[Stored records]
****************************************

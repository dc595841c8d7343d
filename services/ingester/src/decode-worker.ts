import { parentPort, workerData } from 'node:worker_threads';
import type { DecodeJob, DecodeResult, DecodeWorkerData } from './decode-pool.ts';
import { safeDecode } from './decode.ts';
import { packSamples } from './sample-pack.ts';
import { vehicleReadings } from './vehicle-readings.ts';

/** A decode thread of `DecodePool`: payload bytes in, packed samples and dead letters out. */
const { known_vehicles, max_payload_bytes, vehicle_maps } = workerData as DecodeWorkerData;
const known = new Set(known_vehicles);
const readings = vehicleReadings(vehicle_maps);
const port = parentPort!;

port.on('message', (job: DecodeJob) => {
  const payload = Buffer.from(job.payload.buffer, job.payload.byteOffset, job.payload.byteLength);
  const d = safeDecode(
    job.topic,
    payload,
    { known_vehicles: known, now_ms: job.now_ms, max_payload_bytes, readings },
    job.parsed,
  );
  const samples = packSamples(d.samples);
  const result: DecodeResult = {
    id: job.id,
    samples,
    rejects: d.rejects,
    refused: d.refused,
    tallies: d.tallies,
  };
  port.postMessage(result, [samples.numbers.buffer]);
});
port.postMessage('ready');
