import { SIGNAL_NAMES, type Sample } from '@thermargin/shared';
import { blankSample } from './quick-sample.ts';

/**
 * Samples as one Float64Array (transferred between threads without a copy) and the distinct ids they
 * name: posting the objects themselves costs the receiving thread about as much as JSON.parse did.
 * Per sample: time_ms, vehicle index, trip index (-1: none), then SIGNAL_NAMES (NaN: absent — a
 * stored signal is always finite).
 */
export interface PackedSamples {
  numbers: Float64Array<ArrayBuffer>;
  ids: string[];
}

const STRIDE = 3 + SIGNAL_NAMES.length;

export function packSamples(samples: readonly Sample[]): PackedSamples {
  const numbers = new Float64Array(samples.length * STRIDE);
  const ids: string[] = [];
  const index = new Map<string, number>();
  const idIndex = (id: string) => {
    let i = index.get(id);
    if (i === undefined) index.set(id, (i = ids.push(id) - 1));
    return i;
  };
  let o = 0;
  for (const s of samples) {
    numbers[o++] = s.time_ms;
    numbers[o++] = idIndex(s.vehicle);
    numbers[o++] = s.trip === undefined ? -1 : idIndex(s.trip);
    for (const name of SIGNAL_NAMES) numbers[o++] = s[name] ?? Number.NaN;
  }
  return { numbers, ids };
}

export function unpackSamples({ numbers, ids }: PackedSamples): Sample[] {
  const out: Sample[] = new Array(numbers.length / STRIDE);
  for (let i = 0, o = 0; o < numbers.length; i++) {
    const s = blankSample();
    s.time_ms = numbers[o++];
    s.vehicle = ids[numbers[o++]!];
    const trip = numbers[o++]!;
    if (trip >= 0) s.trip = ids[trip];
    for (const name of SIGNAL_NAMES) {
      const v = numbers[o++]!;
      if (!Number.isNaN(v)) s[name] = v;
    }
    out[i] = s as unknown as Sample;
  }
  return out;
}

****************************************

* Activity
When the line with "const s = blankSample();" is reached in the data above, begin copying, and stop after the line with "const v = numbers[o++]!;"; copy each line exactly, both ends included.

* Result of the task
    const s = blankSample();
    s.time_ms = numbers[o++];
    s.vehicle = ids[numbers[o++]!];
    const trip = numbers[o++]!;
    if (trip >= 0) s.trip = ids[trip];
    for (const name of SIGNAL_NAMES) {
      const v = numbers[o++]!;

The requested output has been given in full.